Refs: Forensics report finding F10 (S1)
Why: handle_rx is invoked from a detached task in MessageReader, so any
exception escaping its ~850-line if/elif dispatch is silently swallowed
by asyncio as "Task exception was never retrieved." The only crash
guard previously was a single try/except IndexError around the first
byte read; everything past line 73 was unguarded. This commit adds an
umbrella try: ... except Exception as e: around the entire dispatch
body that logs the exception class, message, raw frame hex, and full
traceback via logger.error. The umbrella neutralizes the crash surface
of F10, F11, N07, N08, R01, NEW-B, and NEW-C, which the next commits
will then fix individually now that they are observable.

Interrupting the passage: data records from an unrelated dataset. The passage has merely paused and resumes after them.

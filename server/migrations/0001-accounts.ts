// Accounts, teams, memberships, invitations, single-use account tokens and the session table.
import { DataTypes, type QueryInterface } from 'sequelize';

const timestamps = {
  created_at: { type: DataTypes.DATE, allowNull: false, defaultValue: DataTypes.NOW },
  updated_at: { type: DataTypes.DATE, allowNull: false, defaultValue: DataTypes.NOW },
};

export async function up({ context: qi }: { context: QueryInterface }): Promise<void> {
  await qi.createTable('users', {
    id: { type: DataTypes.INTEGER, autoIncrement: true, primaryKey: true },
    email: { type: DataTypes.TEXT, allowNull: false, unique: true },
    name: { type: DataTypes.TEXT, allowNull: false },
    password_hash: { type: DataTypes.TEXT, allowNull: false },
    area_unit: { type: DataTypes.TEXT, allowNull: false, defaultValue: 'ha' },
    email_verified_at: { type: DataTypes.DATE, allowNull: true },
    is_admin: { type: DataTypes.BOOLEAN, allowNull: false, defaultValue: false },
    disabled_at: { type: DataTypes.DATE, allowNull: true },
    ...timestamps,
  });
  await qi.sequelize.query(`ALTER TABLE users ADD CONSTRAINT users_area_unit_check CHECK (area_unit IN ('ha', 'acres'))`);

  await qi.createTable('teams', {
    id: { type: DataTypes.INTEGER, autoIncrement: true, primaryKey: true },
    name: { type: DataTypes.TEXT, allowNull: false },
    ...timestamps,
  });

  await qi.createTable('memberships', {
    team_id: { type: DataTypes.INTEGER, allowNull: false, primaryKey: true, references: { model: 'teams', key: 'id' }, onDelete: 'CASCADE' },
    user_id: { type: DataTypes.INTEGER, allowNull: false, primaryKey: true, references: { model: 'users', key: 'id' }, onDelete: 'CASCADE' },
    role: { type: DataTypes.TEXT, allowNull: false },
    notify_runs: { type: DataTypes.BOOLEAN, allowNull: false, defaultValue: false },
    ...timestamps,
  });
  await qi.sequelize.query(`ALTER TABLE memberships ADD CONSTRAINT memberships_role_check CHECK (role IN ('owner', 'editor', 'viewer'))`);
  await qi.addIndex('memberships', ['user_id']);

  await qi.createTable('invitations', {
    id: { type: DataTypes.INTEGER, autoIncrement: true, primaryKey: true },
    team_id: { type: DataTypes.INTEGER, allowNull: false, references: { model: 'teams', key: 'id' }, onDelete: 'CASCADE' },
    email: { type: DataTypes.TEXT, allowNull: false },
    role: { type: DataTypes.TEXT, allowNull: false },
    token_hash: { type: DataTypes.TEXT, allowNull: false, unique: true },
    invited_by: { type: DataTypes.INTEGER, allowNull: false, references: { model: 'users', key: 'id' }, onDelete: 'CASCADE' },
    expires_at: { type: DataTypes.DATE, allowNull: false },
    accepted_at: { type: DataTypes.DATE, allowNull: true },
    ...timestamps,
  });
  await qi.sequelize.query(`ALTER TABLE invitations ADD CONSTRAINT invitations_role_check CHECK (role IN ('owner', 'editor', 'viewer'))`);
  await qi.addIndex('invitations', ['team_id']);

  await qi.createTable('account_tokens', {
    id: { type: DataTypes.INTEGER, autoIncrement: true, primaryKey: true },
    user_id: { type: DataTypes.INTEGER, allowNull: false, references: { model: 'users', key: 'id' }, onDelete: 'CASCADE' },
    purpose: { type: DataTypes.TEXT, allowNull: false },
    token_hash: { type: DataTypes.TEXT, allowNull: false, unique: true },
    expires_at: { type: DataTypes.DATE, allowNull: false },
    used_at: { type: DataTypes.DATE, allowNull: true },
    ...timestamps,
  });
  await qi.sequelize.query(`ALTER TABLE account_tokens ADD CONSTRAINT account_tokens_purpose_check CHECK (purpose IN ('verify', 'reset'))`);

  // The table connect-pg-simple expects (its table.sql), created here so the app never creates tables itself.
  await qi.sequelize.query(`
    CREATE TABLE "session" (
      "sid" varchar NOT NULL COLLATE "default" PRIMARY KEY,
      "sess" json NOT NULL,
      "expire" timestamp(6) NOT NULL
    );
    CREATE INDEX "IDX_session_expire" ON "session" ("expire");
  `);
}

export async function down({ context: qi }: { context: QueryInterface }): Promise<void> {
  await qi.dropTable('session');
  await qi.dropTable('account_tokens');
  await qi.dropTable('invitations');
  await qi.dropTable('memberships');
  await qi.dropTable('teams');
  await qi.dropTable('users');
}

Refs: Forensics report finding F06 (umbrella crash protection)
Add warnings to send_login, send_statusreq, send_telemetry_req, and
send_path_discovery pointing users to their _sync counterparts. The
fire-and-forget versions bypass the mesh request lock and can cause
silent response drops due to firmware clearPendingReqs() behavior.
The companion firmware can only track one outstanding mesh request at a
time — clearPendingReqs() zeros all pending response flags before each
outgoing mesh request. Overlapping mesh commands cause silent response
drops.
Adds _mesh_request_lock to CommandHandlerBase and wraps all _sync
methods with it. Also adds send_login_sync and send_path_discovery_sync
for complete round-trip serialization of those commands.
Local commands (get_bat, get_channel, set_time, send_msg, etc.) are
unaffected — they don't trigger clearPendingReqs() on the firmware.